Lightroom: Headline v. Description v. Title

category: Lightroom • 2 min read

Lightroom is a digital asset management system (some people will say: “not really!”) and it has a Headline in the MetadataContent section, a Description in the MetadataContent section and a Title in the Metadata → Status` section. Isn’t it redundant? What’s the difference? My original assumption is that headline and title should be the same, something short like a title…

It’s not. The problem is that they are “Brits.” The IPTC is based in the UK and they do it the “British” way.
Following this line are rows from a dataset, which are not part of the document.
/// Writes `slope(y_i - t_i)` into `kept` and returns the sum of
/// `value(y_i - t_i)` (in logical order), after checking the shapes: the
/// squared errors and Huber.
fn residual_passes<T: Real, D: Dimension + 'static>(
    operation: &'static str,
    y: &Array<T, D>,
    t: &Array<T, D>,
    kept: &mut Array<T, D>,
    value: impl Fn(T) -> T,
    slope: impl Fn(T) -> T,
) -> Result<T> {
    same_shape(operation, y, t)?;
    let mut total = T::zero();
    // Contiguous (the crate's own outputs): plain slices, compiled for the
    // widest vector instructions; the same sum in the same order.
    if let (Some(k), Some(y), Some(t)) = (kept.as_slice_mut(), y.as_slice(), t.as_slice())
        && k.len() == y.len()
    {
        crate::vectors::widest_for(k.len(), || {
            for ((s, &a), &b) in k.iter_mut().zip(y).zip(t) {
                let r = a - b;
                total = total + value(r);
                *s = slope(r);
            }
        });
        return Ok(total);
    }
    Zip::from(kept).and(y).and(t).for_each(|s, &a, &b| {
        let r = a - b;
        total = total + value(r);
        *s = slope(r);
    });
    Ok(total)
}

impl<T: Real, D: Dimension + 'static> LossPasses<T, D> for SquaredError {
    /// The slope `2c (y - t)`.
    type Kept = Array<T, D>;
    fn fill(&self, y: &Array<T, D>, t: &Array<T, D>, kept: &mut Array<T, D>) -> Result<T> {
        let c = self.factor::<T>();
        let twice = real::<T>(2.0) * c;
        let sum = residual_passes("squared error", y, t, kept, |r| r * r, |r| r * twice)?;
        Ok(sum * c)
    }
}

impl<T: Real, D: Dimension + 'static> LossPasses<T, D> for MeanSquaredError {
    /// The slope `2 (y - t) / n`.
    type Kept = Array<T, D>;
    fn fill(&self, y: &Array<T, D>, t: &Array<T, D>, kept: &mut Array<T, D>) -> Result<T> {
        let operation = "mean squared error";
        same_shape(operation, y, t)?;
        nonempty(operation, y)?;
        let n: T = real(y.len() as f64);
        let c = real::<T>(2.0) / n;
        let sum = residual_passes(operation, y, t, kept, |r| r * r, |r| r * c)?;
        Ok(sum / n)
    }
}

impl<T: Real, D: Dimension + 'static> LossPasses<T, D> for LogitCrossEntropy {
    /// `(sum(t) softmax(z) - t, logsumexp(z) - z)` per row: the change per unit `dl`.
    type Kept = Pairs<T, D>;
    fn fill(&self, z: &Array<T, D>, t: &Array<T, D>, (dz, dt): &mut Pairs<T, D>) -> Result<T> {
        same_shape("cross-entropy on logits", z, t)?;
        nonempty("cross-entropy on logits", z)?;
        // Each lane along the last axis is one example's logits: a vector is
        // one example, the rows of a matrix are a batch, whose losses add.
        let last = Axis(z.ndim() - 1);
        let mut value = T::zero();
        for (((zl, tl), mut dzl), mut dtl) in z
            .lanes(last)
            .into_iter()
            .zip(t.lanes(last))
            .zip(dz.lanes_mut(last))
            .zip(dt.lanes_mut(last))
        {
            let m = zl.fold(T::neg_infinity(), |m, &v| m.max(v));
            let total = zl.fold(T::zero(), |acc, &v| acc + (v - m).exp());
            let lse = m + total.ln();
            let mass = tl.sum();
            value = value + mass * lse
                - Zip::from(&zl)
                    .and(&tl)
                    .fold(T::zero(), |acc, &a, &b| acc + a * b);
            Zip::from(&mut dzl)
                .and(&zl)
                .and(&tl)
                .for_each(|d, &zi, &ti| *d = mass * (zi - m).exp() / total - ti);
            Zip::from(&mut dtl)
                .and(&zl)
                .for_each(|d, &zi| *d = lse - zi);
        }
        Ok(value)
    }
}

impl<T: Real, D: Dimension + 'static> LossPasses<T, D> for LogitBinaryCrossEntropy {
    /// `(sigmoid(z) - t, -z)`: the change per unit `dl`.
    type Kept = Pairs<T, D>;
    fn fill(&self, z: &Array<T, D>, t: &Array<T, D>, (dz, dt): &mut Pairs<T, D>) -> Result<T> {
        same_shape("binary cross-entropy on logits", z, t)?;
        let mut value = T::zero();
        Zip::from(dz)
            .and(dt)
            .and(z)
            .and(t)
            .for_each(|dz, dt, &zi, &ti| {
                value = value + softplus(zi) - ti * zi;
                *dz = logistic(zi) - ti;
                *dt = -zi;
            });
        Ok(value)
    }
}

impl<T: Real, D: Dimension + 'static> LossPasses<T, D> for Huber<T> {
    /// The clamped difference.
    type Kept = Array<T, D>;
    fn fill(&self, y: &Array<T, D>, t: &Array<T, D>, kept: &mut Array<T, D>) -> Result<T> {
        let d = self.delta;
        let half: T = real(0.5);
        let value = |r: T| {
            if r.abs() <= d {
                half * r * r
            } else {
                d * (r.abs() - half * d)
            }
        };
        residual_passes("huber loss", y, t, kept, value, |r| r.max(-d).min(d))
    }
}

macro_rules! reverse_through_composite {
    ($ty:ty, $composite:ty, [$($gen:tt)*]) => {
        reverse_through_composite!($ty, $composite, [$($gen)*], D);
    };
    ($ty:ty, $composite:ty, [$($gen:tt)*], $dim:ty) => {
        impl<$($gen)*> Reverse<Pairs<T, $dim>> for $ty {
            type Rev = <$composite as Reverse<Pairs<T, $dim>>>::Rev;
            fn rev(&self) -> Self::Rev {
                Reverse::<Pairs<T, $dim>>::rev(&self.composite())
            }
        }
    };
}

reverse_through_composite!(SquaredError, SquaredErrorComposite<T>, [T: Real, D: Dimension + 'static]);
reverse_through_composite!(MeanSquaredError, MeanSquaredErrorComposite, [T: Real, D: Dimension + 'static]);
// On a batch the loss is a sum of per-row log-sum-exps, which the
// composite (one log-sum-exp over the whole array) is not: second order is
// for single examples.
reverse_through_composite!(LogitCrossEntropy, LogitCrossEntropyComposite, [T: Real], Ix1);
reverse_through_composite!(
    LogitBinaryCrossEntropy,
    LogitBinaryCrossEntropyComposite,
    [T: Real, D: Dimension + 'static]
);
reverse_through_composite!(Huber<T>, HuberComposite<T>, [T: Real, D: Dimension + 'static]);
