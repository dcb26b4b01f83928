//! What a law check costs: one 100-dimensional map checked over 256 drawn
//! cases per law, with every law at orders 1 and 2 (a map with a reverse
//! map), with the first-order laws only, and with the derivative law alone.

use criterion::{Criterion, criterion_group, criterion_main};
use revdiff::laws::strategies::vectors;
use revdiff::laws::{Checker, Law};
use revdiff::{Compose, Sin, Tanh};
use std::hint::black_box;

fn law_checks(c: &mut Criterion) {
    let map = Tanh.then(Sin);
    let checker = Checker::new().cases(256).unwrap();
    let mut group = c.benchmark_group("laws of a 100-dim map, 256 cases");
    group.sample_size(10);
    group.bench_function("every law, orders 1 and 2", |b| {
        b.iter(|| black_box(checker.reverse(&map, vectors(100, -2.0, 2.0).unwrap())).is_clean())
    });
    group.bench_function("first-order laws", |b| {
        b.iter(|| black_box(checker.map(&map, vectors(100, -2.0, 2.0).unwrap())).is_clean())
    });
    group.bench_function("derivative law alone", |b| {
        b.iter(|| {
            black_box(checker.reverse_law(
                Law::Derivative,
                1,
                &map,
                vectors(100, -2.0, 2.0).unwrap(),
            ))
            .is_clean()
        })
    });
    group.finish();
}

criterion_group!(benches, law_checks);
criterion_main!(benches);
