//! What fitting costs: the two Jacobian routes for residual maps of each
//! shape (which is why `residual_map` picks by shape), one training epoch of
//! a small two-stage model, and a Levenberg-Marquardt fit.

use criterion::{Criterion, criterion_group, criterion_main};
use ndarray::{Array1, Array2};
use revdiff::{
    Adam, Affine, Compose, Examples, LeastSquares, MatVec, MeanSquaredError, Parametrised,
    Residuals, Reverse, SubPair, Tanh, Training, constant, id, jacobian_by_backward,
    jacobian_by_forward, residual_map,
};
use std::hint::black_box;

/// p -> tanh(A p) - b with A of shape m x n, entries from a fixed formula.
fn residuals(m: usize, n: usize) -> impl Reverse<Array1<f64>, Output = Array1<f64>> {
    let a = Array2::from_shape_fn((m, n), |(i, j)| ((i * 7 + j * 3) % 11) as f64 / 11.0 - 0.5);
    let b = Array1::from_shape_fn(m, |i| (i as f64).sin() * 0.3);
    constant(a)
        .pair(id())
        .then(MatVec::plain())
        .then(Tanh)
        .pair(constant(b))
        .then(SubPair)
}

fn jacobian_routes(c: &mut Criterion) {
    let mut group = c.benchmark_group("Jacobian of p -> tanh(A p) - b");
    for (m, n) in [(4, 64), (64, 4)] {
        let r = residuals(m, n);
        let p = Array1::from_shape_fn(n, |j| (j as f64 * 0.37).cos() * 0.2);
        group.bench_function(
            format!("{m} residuals, {n} parameters: {m} backward passes"),
            |b| b.iter(|| black_box(jacobian_by_backward(&r, &p).unwrap())),
        );
        group.bench_function(
            format!("{m} residuals, {n} parameters: {n} forward passes"),
            |b| b.iter(|| black_box(jacobian_by_forward(&r, &p).unwrap())),
        );
    }
    group.finish();
}

fn training_epoch(c: &mut Criterion) {
    let rows = 256;
    let x = Array2::from_shape_fn((rows, 16), |(i, j)| {
        ((i * 5 + j * 13) % 17) as f64 / 17.0 - 0.5
    });
    let y = Array2::from_shape_fn((rows, 1), |(i, _)| x.row(i).sum().tanh());
    let data = Examples::new(x, y).unwrap();
    let model = Affine.then(Tanh).then_parametrised(Affine);
    let start = (
        (Array2::from_elem((8, 16), 0.05), Array1::zeros(8)),
        (Array2::from_elem((1, 8), 0.1), Array1::zeros(1)),
    );
    let training = Training::new(1, 32).unwrap();
    c.bench_function(
        "one epoch: 256 rows, 16 -> 8 -> 1, batches of 32, Adam",
        |b| {
            b.iter(|| {
                let mut adam = Adam::new(0.01).unwrap();
                black_box(
                    training
                        .run(
                            &model,
                            &MeanSquaredError,
                            &mut adam,
                            start.clone(),
                            &data,
                            |_| {},
                        )
                        .unwrap(),
                )
            })
        },
    );
}

fn least_squares(c: &mut Criterion) {
    let r = residual_map(residuals(40, 3));
    let start = Array1::zeros(3);
    assert!(r.residuals(&start).is_ok());
    c.bench_function("Levenberg-Marquardt: 40 residuals, 3 parameters", |b| {
        b.iter(|| {
            black_box(
                LeastSquares::levenberg_marquardt()
                    .fit(&r, start.clone())
                    .unwrap(),
            )
        })
    });
}

criterion_group!(benches, jacobian_routes, training_epoch, least_squares);
criterion_main!(benches);
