//! What each composition strategy costs on deep run-time chains: time per
//! gradient for chains of 10, 100 and 1,000 stages of one-element and
//! 256-wide arrays, keeping everything, recomputing from the input,
//! checkpointing every sqrt(n)-th stage and binomial checkpointing with 8
//! states. Forward passes repeated and states held are printed by the
//! `retention` example, which measures the same chains.

use criterion::{BenchmarkId, Criterion, criterion_group, criterion_main};
use ndarray::ArrayD;
use revdiff::{Chain, Retention, Sin, Tanh};
use std::hint::black_box;

fn deep_chains(c: &mut Criterion) {
    for width in [1usize, 256] {
        let mut group = c.benchmark_group(format!("retention, stages of width {width}"));
        for n in [10usize, 100, 1000] {
            let mut chain = Chain::<f64>::new(&[width]);
            for k in 0..n {
                if k % 2 == 0 {
                    chain.push_elementwise("tanh", Tanh).unwrap();
                } else {
                    chain.push_elementwise("sin", Sin).unwrap();
                }
            }
            let x = ArrayD::from_elem(vec![width], 0.3);
            let dy = ArrayD::from_elem(vec![width], 1.0);
            let every = (n as f64).sqrt().round() as usize;
            for (name, retention) in [
                ("keep all", Retention::All),
                ("input only", Retention::InputOnly),
                ("every sqrt(n)th", Retention::EveryKth(every)),
                ("binomial, 8 states", Retention::Binomial { states: 8 }),
            ] {
                chain.retaining(retention).unwrap();
                group.bench_with_input(BenchmarkId::new(name, n), &n, |b, _| {
                    b.iter(|| {
                        chain
                            .gradient_and_cost(black_box(&x), black_box(&dy))
                            .unwrap()
                    })
                });
            }
        }
        group.finish();
    }
}

criterion_group!(benches, deep_chains);
criterion_main!(benches);
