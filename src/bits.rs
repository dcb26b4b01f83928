//! The same algebra over the two-element field Z2: XOR is addition, AND is
//! multiplication, and the reverse derivative of a polynomial map is given
//! by its formal partial derivatives.
//!
//! - [`Bit`] is the scalar; [`Bits`] holds bit-sliced values: `wires`
//!   wires, each with one bit per example, packed 64 examples to a `u64`,
//!   so that a gate costs one word operation per 64 examples.
//! - Gates are maps with reverse derivatives as maps, closed under
//!   repetition: [`XorGate`], [`AndGate`], [`NotGate`] (`1 + x`),
//!   [`OrGate`] (`x + y + xy`) and [`MuxGate`] (`s ? b : a`). Constants
//!   and copies are the crate's own [`Constant`](crate::Constant) and
//!   [`Duplicate`](crate::Duplicate), and every combinator works unchanged.
//! - [`Polynomial`] is a function's algebraic normal form, computed from its
//!   truth table by the Moebius transform, printed readably, and made into a
//!   map by [`PolynomialMap`].
//!
//! # The derivative belongs to the polynomial
//!
//! Over Z2, `x` and `x * x` are the same function but different
//! polynomials, and their reverse derivatives differ: `1` and `2x = 0`.
//!
//! ```
//! use revdiff::bits::{AndGate, Bits};
//! use revdiff::{Compose, Duplicate, Id, Map};
//!
//! let x = Bits::from_fn(1, 2, |_, e| e == 1); // x = 0 and x = 1
//! let square = Duplicate.then(AndGate); // x -> x * x
//! assert_eq!(square.forward(&x).unwrap(), Id.forward(&x).unwrap());
//! let dz = Bits::from_fn(1, 2, |_, _| true);
//! // d(x)/dx = 1, but d(x x)/dx = x + x = 0.
//! assert_eq!(Id.backward(&x, &dz).unwrap(), dz);
//! assert_eq!(square.backward(&x, &dz).unwrap(), Bits::zeros(1, 2));
//! ```

use crate::combinators::{Fst, Pair, Snd, Then};
use crate::error::{Error, Result};
use crate::laws::{ExactPairing, ExactScalar};
use crate::map::{Compose, Map, Reverse};
use crate::space::Space;
use crate::workspace::Workspace;
use std::fmt;

mod word_by_word;
pub use word_by_word::{Sliceable, Word, WordByWord, WordValue};

/// An element of Z2: `Bit(true) + Bit(true) = Bit(false)`.
#[derive(Clone, Copy, Debug, Default, PartialEq, Eq, Hash)]
pub struct Bit(pub bool);

impl Space for Bit {
    type Shape = ();
    fn shape(&self) {}
    fn zero_of(_: &()) -> Self {
        Bit(false)
    }
    fn try_add(&self, other: &Self) -> Result<Self> {
        Ok(Bit(self.0 ^ other.0))
    }
    fn shape_string(&self) -> String {
        "bit".to_string()
    }
}

impl ExactScalar for Bit {
    fn zero() -> Self {
        Bit(false)
    }
    fn plus(&self, other: &Self) -> Self {
        Bit(self.0 ^ other.0)
    }
}

impl ExactPairing<Bit> for Bit {
    fn pair_exactly(&self, other: &Self) -> Result<Bit> {
        Ok(Bit(self.0 & other.0))
    }
    fn show_exactly(&self) -> String {
        u8::from(self.0).to_string()
    }
}
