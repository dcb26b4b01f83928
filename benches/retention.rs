//! What each composition strategy costs on deep run-time chains: time per
//! gradient for chains of 10, 100, 1,000 and 10,000 stages of one-element and
//! 256-wide arrays, keeping everything, recomputing from the input,
//! checkpointing every sqrt(n)-th stage and binomial checkpointing with 8
//! states, registered through the crate's own helper
//! (`retention::bench_retentions`, the `criterion` feature), as a user's
//! benchmark would. The bytes each strategy holds at its peak, and the
//! forward passes it repeats, are printed before each group (they do not
//! vary from run to run); the `retention` example prints them as a table.

use criterion::{Criterion, criterion_group, criterion_main};
use ndarray::ArrayD;
use revdiff::retention::bench_retentions;
use revdiff::{Chain, Retention, Sin, Tanh};

fn deep_chains(c: &mut Criterion) {
    for width in [1usize, 256] {
        for n in [10usize, 100, 1000, 10_000] {
            let mut chain = Chain::<f64>::new(&[width]);
            for k in 0..n {
                if k % 2 == 0 {
                    chain.push_elementwise("tanh", Tanh).unwrap();
                } else {
                    chain.push_elementwise("sin", Sin).unwrap();
                }
            }
            let x = ArrayD::from_elem(vec![width], 0.3);
            let dy = ArrayD::from_elem(vec![width], 1.0);
            let every = (n as f64).sqrt().round() as usize;
            let strategies = [
                Retention::All,
                Retention::InputOnly,
                Retention::EveryKth(every),
                Retention::Binomial { states: 8 },
            ];
            let name = format!("{n} stages of width {width}");
            for &retention in &strategies {
                let mut trial = chain.clone();
                trial.retaining(retention).unwrap();
                let (_, cost) = trial.gradient_and_cost(&x, &dy).unwrap();
                println!(
                    "{name}, {retention}: peak bytes {}, forward passes repeated {}",
                    cost.peak_bytes,
                    cost.advances + cost.recorded
                );
            }
            let mut group = c.benchmark_group(name);
            bench_retentions(&mut group, &chain, &x, &dy, &strategies).unwrap();
            group.finish();
        }
    }
}

criterion_group!(benches, deep_chains);
criterion_main!(benches);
The IPTC is a consortium of the world’s major news agencies, news publishers and news industry vendors

http://www.iptc.org/site/Home/About/

It’s for news organizations. It’s not for you, it’s not for me, it’s not for the publishing industry, it’s for the news industry and photography is a very small part of it. The big thing is video, not photos.

Description

The description is what everybody expects, a one or two paragraphs, that describes the photo as fully as possible including some information that’s not in the photo like people’s names, locations, organizations… Information that is now included the new IPTC extension.

Headline

A short line with simple words. Something very similar to a newspaper or a magazine headline. It’s not a sentence, it doesn’t have to be grammatically correct, it’s just a few words to the grab the attention of the viewer/reader.

Title

That’s where the problems lie and why I complain about the “Brits”. I, and I’m sure the vast majority of the people, expect the title to be like the title of a book. Wrong! If you deal with IPTC organizations, they want the filename in the title. Everybody else will either expect an identical entry to the headline or something very similar. Many people leave this as blank.